Exactly the lines from the one holding "const read: ReadText" through the final line of the data are wanted, copied as written.

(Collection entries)
····················

import type { LostFix } from '@hubtack/contracts/lost-fixes/lost-fix.js';
import type { CrewDayView } from '@hubtack/contracts/shifts/shift.js';
import { useMemo } from 'react';

/** Lost fixes of the day, newest first. */
export function useLostFixes(day: CrewDayView | undefined): readonly LostFix[] {
  return useMemo(() => (day?.lostFixes ?? []).toSorted((a, b) => b.startAt - a.startAt), [day]);
}
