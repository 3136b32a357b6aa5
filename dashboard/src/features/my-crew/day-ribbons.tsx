import type { CrewDayView } from '@hubtack/contracts/shifts/shift.js';
import { SpanRibbon } from '../../components/span-ribbon';
import { clockTime } from '../../lib/format';
import { ribbonWindow } from './ribbon-window';

const HOUR_MS = 3_600_000;
/** Drawn anew this often, not every second. */
const STEP_MS = 10_000;

/** The day so far as a ribbon, one a rover. */
export function DayRibbons({ day, now, zone }: { day: CrewDayView; now: number; zone: string }) {
  const { from, to } = ribbonWindow(day, Math.ceil(now / STEP_MS) * STEP_MS);
  const pauses = day.shifts.flatMap((shift) =>
    shift.pauses.map(({ start, end }) => ({ start, end: end ?? to })),
  );
  return (
    <div className="day-ribbons">
      <h2>Today</h2>
      {day.rovers.map(({ id, label, spans }) => (
        <figure key={id}>
          {day.rovers.length > 1 && <figcaption>{label}</figcaption>}
          <SpanRibbon
            spans={spans}
            pauses={pauses}
            from={from}
            to={to}
            zone={zone}
            tickMs={HOUR_MS}
            label={`Today, ${label}`}
          />
        </figure>
      ))}
      <p className="day-ends">
        <span>{clockTime(from, zone)}</span>
        <span>{clockTime(to, zone)}</span>
      </p>
    </div>
  );
}
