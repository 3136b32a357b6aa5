import { FrameReader } from '../nmea/frame-reader.js';
import { readSentence, type Sentence } from '../nmea/sentence.js';

export interface ReadText {
  sentences: Sentence[];
  faults: { code: string; line: number; detail: string }[];
  noise: number[];
}

/** Reads text (or bytes) through the frame reader and the sentence reader, in pieces of `size` bytes. */
export function readText(input: string | Uint8Array, size = Number.MAX_SAFE_INTEGER): ReadText {
  const bytes = typeof input === 'string' ? new TextEncoder().encode(input) : input;
  const read: ReadText = { sentences: [], faults: [], noise: [] };
  const reader = new FrameReader();
  const sink = {
    sentence: (from: Uint8Array, start: number, end: number) =>
      read.sentences.push(readSentence(from, start, end)),
    fault: (code: string, detail: string, line: number) => read.faults.push({ code, line, detail }),
    noise: (line: number) => read.noise.push(line),
  };
  for (let at = 0; at < bytes.length; at += size) reader.push(bytes.subarray(at, at + size), sink);
  reader.end(sink);
  return read;
}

····················

*TASK RESPONSE:*
  const read: ReadText = { sentences: [], faults: [], noise: [] };
  const reader = new FrameReader();
  const sink = {
    sentence: (from: Uint8Array, start: number, end: number) =>
      read.sentences.push(readSentence(from, start, end)),
    fault: (code: string, detail: string, line: number) => read.faults.push({ code, line, detail }),
    noise: (line: number) => read.noise.push(line),
  };
  for (let at = 0; at < bytes.length; at += size) reader.push(bytes.subarray(at, at + size), sink);
  reader.end(sink);
  return read;
}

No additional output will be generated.